(Saved data entries)
---+---

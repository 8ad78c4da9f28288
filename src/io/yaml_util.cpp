#include "io/yaml_util.hpp"

#include <algorithm>
#include <cmath>
#include <filesystem>
#include <fstream>
#include <sstream>
#include <unordered_set>
#include <vector>

#include "firmcall/book/errors.hpp"

namespace firmcall {

std::string located(const std::string& file, std::size_t line, const std::string& message) {
  if (line == 0) return file + ": " + message;
  return file + ":" + std::to_string(line) + ": " + message;
}

namespace detail {

std::size_t yaml_line(const YAML::Node& node) {
  const auto mark = node.Mark();
  return mark.line >= 0 ? static_cast<std::size_t>(mark.line) + 1 : 0;
}

namespace {
// Lines (1-based) of the `---` document markers of a YAML text.
std::vector<std::size_t> document_marker_lines(const std::string& text) {
  std::vector<std::size_t> lines;
  std::size_t line = 1;
  for (std::size_t at = 0; at < text.size(); ++line) {
    if (text.compare(at, 3, "---") == 0 &&
        (at + 3 == text.size() || text[at + 3] == ' ' || text[at + 3] == '\t' || text[at + 3] == '\n' ||
         text[at + 3] == '\r')) {
      lines.push_back(line);
    }
    const std::size_t nl = text.find('\n', at);
    if (nl == std::string::npos) break;
    at = nl + 1;
  }
  return lines;
}

// Line of the marker that starts the second of `docs`: the last one before its first node, else
// the first one after the first document's first node.
std::size_t second_document_line(const std::string& text, const std::vector<YAML::Node>& docs) {
  const std::vector<std::size_t> markers = document_marker_lines(text);
  const std::size_t second = yaml_line(docs[1]);
  std::size_t found = 0;
  if (second != 0) {
    for (std::size_t m : markers) {
      if (m <= second) found = m;
    }
  }
  if (found == 0) {
    const std::size_t first = yaml_line(docs[0]);
    for (std::size_t m : markers) {
      if (m > first) return m;
    }
    return second;
  }
  return found;
}
}  // namespace

YAML::Node yaml_load(const std::string& text, const std::string& origin) {
  std::vector<YAML::Node> docs;
  try {
    docs = YAML::LoadAll(text);
  } catch (const YAML::Exception& e) {
    const std::size_t line = e.mark.line >= 0 ? static_cast<std::size_t>(e.mark.line) + 1 : 0;
    throw InputError(located(origin, line, "not valid YAML: " + e.msg));
  }
  if (docs.size() > 1) {
    throw InputError(located(origin, second_document_line(text, docs),
                             "a second YAML document starts here; a file holds one document (remove "
                             "the '---' line, or split the file)"));
  }
  return docs.empty() ? YAML::Node() : docs[0];
}

std::string read_text_file(const std::string& path) {
  std::ifstream in(path, std::ios::binary);
  if (!in) throw InputError("cannot open file '" + path + "'");
  std::ostringstream ss;
  ss << in.rdbuf();
  if (in.bad()) throw InputError("cannot read file '" + path + "'");
  return ss.str();
}

std::string read_text_file(const std::string& path, std::size_t max_bytes, std::string_view what) {
  std::error_code ec;
  const auto size = std::filesystem::file_size(path, ec);
  if (!ec && size > max_bytes) {
    throw InputError("'" + path + "': " + std::string(what) + " of " + std::to_string(size) +
                     " bytes, larger than the cap of " + std::to_string(max_bytes) + " bytes (" +
                     std::to_string(max_bytes >> 20) + " MiB)");
  }
  std::string text = read_text_file(path);
  if (text.size() > max_bytes) {  // e.g. a pipe, whose size is not known in advance
    throw InputError("'" + path + "': " + std::string(what) + " larger than the cap of " +
                     std::to_string(max_bytes) + " bytes (" + std::to_string(max_bytes >> 20) + " MiB)");
  }
  return text;
}

std::string yaml_string(const YAML::Node& node, const std::string& origin, std::string_view key) {
  if (!node.IsScalar()) {
    throw InputError(
        located(origin, yaml_line(node), "key '" + std::string(key) + "': expected a single value"));
  }
  return node.Scalar();
}

double yaml_number(const YAML::Node& node, const std::string& origin, std::string_view key) {
  const std::string text = yaml_string(node, origin, key);
  double value = 0.0;
  bool ok = false;
  try {
    value = node.as<double>();
    ok = std::isfinite(value);
  } catch (const YAML::Exception&) {
    ok = false;
  }
  if (!ok) {
    throw InputError(located(origin, yaml_line(node),
                             "key '" + std::string(key) + "': expected a finite number, got '" + text + "'"));
  }
  return value;
}

namespace {
template <class Range>
std::string closest_in(std::string_view name, const Range& candidates) {
  std::string best;
  std::size_t best_d = 3;
  for (std::string_view c : candidates) {
    // Levenshtein distance, small strings only.
    std::vector<std::size_t> prev(c.size() + 1), cur(c.size() + 1);
    for (std::size_t j = 0; j <= c.size(); ++j) prev[j] = j;
    for (std::size_t i = 1; i <= name.size(); ++i) {
      cur[0] = i;
      for (std::size_t j = 1; j <= c.size(); ++j) {
        const std::size_t sub = prev[j - 1] + (name[i - 1] == c[j - 1] ? 0 : 1);
        cur[j] = std::min({prev[j] + 1, cur[j - 1] + 1, sub});
      }
      std::swap(prev, cur);
    }
    if (prev[c.size()] < best_d) {
      best_d = prev[c.size()];
      best = std::string(c);
    }
  }
  return best;
}
}  // namespace

std::string closest_name(std::string_view name, std::initializer_list<std::string_view> candidates) {
  return closest_in(name, candidates);
}

std::string closest_name(std::string_view name, const std::vector<std::string>& candidates) {
  return closest_in(name, candidates);
}

void yaml_check_keys(const YAML::Node& node, std::initializer_list<std::string_view> allowed,
                     const std::string& origin, std::string_view where) {
  if (!node.IsMap()) {
    throw InputError(located(origin, yaml_line(node), std::string(where) + ": expected a map of key: value"));
  }
  std::unordered_set<std::string_view> seen;  // views into the node's keys, alive with `node`
  for (const auto& kv : node) {
    const std::string& key = kv.first.Scalar();
    if (!seen.insert(key).second) {
      throw InputError(
          located(origin, yaml_line(kv.first), std::string(where) + ": key '" + key + "' is given twice"));
    }
    if (std::find(allowed.begin(), allowed.end(), key) != allowed.end()) continue;
    std::string msg = std::string(where) + ": unknown key '" + key + "'";
    const std::string hint = closest_name(key, allowed);
    if (!hint.empty()) msg += " (did you mean '" + hint + "'?)";
    throw InputError(located(origin, yaml_line(kv.first), msg));
  }
}

}  // namespace detail
}  // namespace firmcall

---+---

== Your assignment ==
Give each line of the records above again, unchanged.

== Solution for this problem ==
repository 8ad78c4da9f28288
filename src/io/yaml_util.cpp
#include "io/yaml_util.hpp"

#include <algorithm>
#include <cmath>
#include <filesystem>
#include <fstream>
#include <sstream>
#include <unordered_set>
#include <vector>

#include "firmcall/book/errors.hpp"

namespace firmcall {

std::string located(const std::string& file, std::size_t line, const std::string& message) {
  if (line == 0) return file + ": " + message;
  return file + ":" + std::to_string(line) + ": " + message;
}

namespace detail {

std::size_t yaml_line(const YAML::Node& node) {
  const auto mark = node.Mark();
  return mark.line >= 0 ? static_cast<std::size_t>(mark.line) + 1 : 0;
}

namespace {
// Lines (1-based) of the `---` document markers of a YAML text.
std::vector<std::size_t> document_marker_lines(const std::string& text) {
  std::vector<std::size_t> lines;
  std::size_t line = 1;
  for (std::size_t at = 0; at < text.size(); ++line) {
    if (text.compare(at, 3, "---") == 0 &&
        (at + 3 == text.size() || text[at + 3] == ' ' || text[at + 3] == '\t' || text[at + 3] == '\n' ||
         text[at + 3] == '\r')) {
      lines.push_back(line);
    }
    const std::size_t nl = text.find('\n', at);
    if (nl == std::string::npos) break;
    at = nl + 1;
  }
  return lines;
}

// Line of the marker that starts the second of `docs`: the last one before its first node, else
// the first one after the first document's first node.
std::size_t second_document_line(const std::string& text, const std::vector<YAML::Node>& docs) {
  const std::vector<std::size_t> markers = document_marker_lines(text);
  const std::size_t second = yaml_line(docs[1]);
  std::size_t found = 0;
  if (second != 0) {
    for (std::size_t m : markers) {
      if (m <= second) found = m;
    }
  }
  if (found == 0) {
    const std::size_t first = yaml_line(docs[0]);
    for (std::size_t m : markers) {
      if (m > first) return m;
    }
    return second;
  }
  return found;
}
}  // namespace

YAML::Node yaml_load(const std::string& text, const std::string& origin) {
  std::vector<YAML::Node> docs;
  try {
    docs = YAML::LoadAll(text);
  } catch (const YAML::Exception& e) {
    const std::size_t line = e.mark.line >= 0 ? static_cast<std::size_t>(e.mark.line) + 1 : 0;
    throw InputError(located(origin, line, "not valid YAML: " + e.msg));
  }
  if (docs.size() > 1) {
    throw InputError(located(origin, second_document_line(text, docs),
                             "a second YAML document starts here; a file holds one document (remove "
                             "the '---' line, or split the file)"));
  }
  return docs.empty() ? YAML::Node() : docs[0];
}

std::string read_text_file(const std::string& path) {
  std::ifstream in(path, std::ios::binary);
  if (!in) throw InputError("cannot open file '" + path + "'");
  std::ostringstream ss;
  ss << in.rdbuf();
  if (in.bad()) throw InputError("cannot read file '" + path + "'");
  return ss.str();
}

std::string read_text_file(const std::string& path, std::size_t max_bytes, std::string_view what) {
  std::error_code ec;
  const auto size = std::filesystem::file_size(path, ec);
  if (!ec && size > max_bytes) {
    throw InputError("'" + path + "': " + std::string(what) + " of " + std::to_string(size) +
                     " bytes, larger than the cap of " + std::to_string(max_bytes) + " bytes (" +
                     std::to_string(max_bytes >> 20) + " MiB)");
  }
  std::string text = read_text_file(path);
  if (text.size() > max_bytes) {  // e.g. a pipe, whose size is not known in advance
    throw InputError("'" + path + "': " + std::string(what) + " larger than the cap of " +
                     std::to_string(max_bytes) + " bytes (" + std::to_string(max_bytes >> 20) + " MiB)");
  }
  return text;
}

std::string yaml_string(const YAML::Node& node, const std::string& origin, std::string_view key) {
  if (!node.IsScalar()) {
    throw InputError(
        located(origin, yaml_line(node), "key '" + std::string(key) + "': expected a single value"));
  }
  return node.Scalar();
}

double yaml_number(const YAML::Node& node, const std::string& origin, std::string_view key) {
  const std::string text = yaml_string(node, origin, key);
  double value = 0.0;
  bool ok = false;
  try {
    value = node.as<double>();
    ok = std::isfinite(value);
  } catch (const YAML::Exception&) {
    ok = false;
  }
  if (!ok) {
    throw InputError(located(origin, yaml_line(node),
                             "key '" + std::string(key) + "': expected a finite number, got '" + text + "'"));
  }
  return value;
}

namespace {
template <class Range>
std::string closest_in(std::string_view name, const Range& candidates) {
  std::string best;
  std::size_t best_d = 3;
  for (std::string_view c : candidates) {
    // Levenshtein distance, small strings only.
    std::vector<std::size_t> prev(c.size() + 1), cur(c.size() + 1);
    for (std::size_t j = 0; j <= c.size(); ++j) prev[j] = j;
    for (std::size_t i = 1; i <= name.size(); ++i) {
      cur[0] = i;
      for (std::size_t j = 1; j <= c.size(); ++j) {
        const std::size_t sub = prev[j - 1] + (name[i - 1] == c[j - 1] ? 0 : 1);
        cur[j] = std::min({prev[j] + 1, cur[j - 1] + 1, sub});
      }
      std::swap(prev, cur);
    }
    if (prev[c.size()] < best_d) {
      best_d = prev[c.size()];
      best = std::string(c);
    }
  }
  return best;
}
}  // namespace

std::string closest_name(std::string_view name, std::initializer_list<std::string_view> candidates) {
  return closest_in(name, candidates);
}

std::string closest_name(std::string_view name, const std::vector<std::string>& candidates) {
  return closest_in(name, candidates);
}

void yaml_check_keys(const YAML::Node& node, std::initializer_list<std::string_view> allowed,
                     const std::string& origin, std::string_view where) {
  if (!node.IsMap()) {
    throw InputError(located(origin, yaml_line(node), std::string(where) + ": expected a map of key: value"));
  }
  std::unordered_set<std::string_view> seen;  // views into the node's keys, alive with `node`
  for (const auto& kv : node) {
    const std::string& key = kv.first.Scalar();
    if (!seen.insert(key).second) {
      throw InputError(
          located(origin, yaml_line(kv.first), std::string(where) + ": key '" + key + "' is given twice"));
    }
    if (std::find(allowed.begin(), allowed.end(), key) != allowed.end()) continue;
    std::string msg = std::string(where) + ": unknown key '" + key + "'";
    const std::string hint = closest_name(key, allowed);
    if (!hint.empty()) msg += " (did you mean '" + hint + "'?)";
    throw InputError(located(origin, yaml_line(kv.first), msg));
  }
}

}  // namespace detail
}  // namespace firmcall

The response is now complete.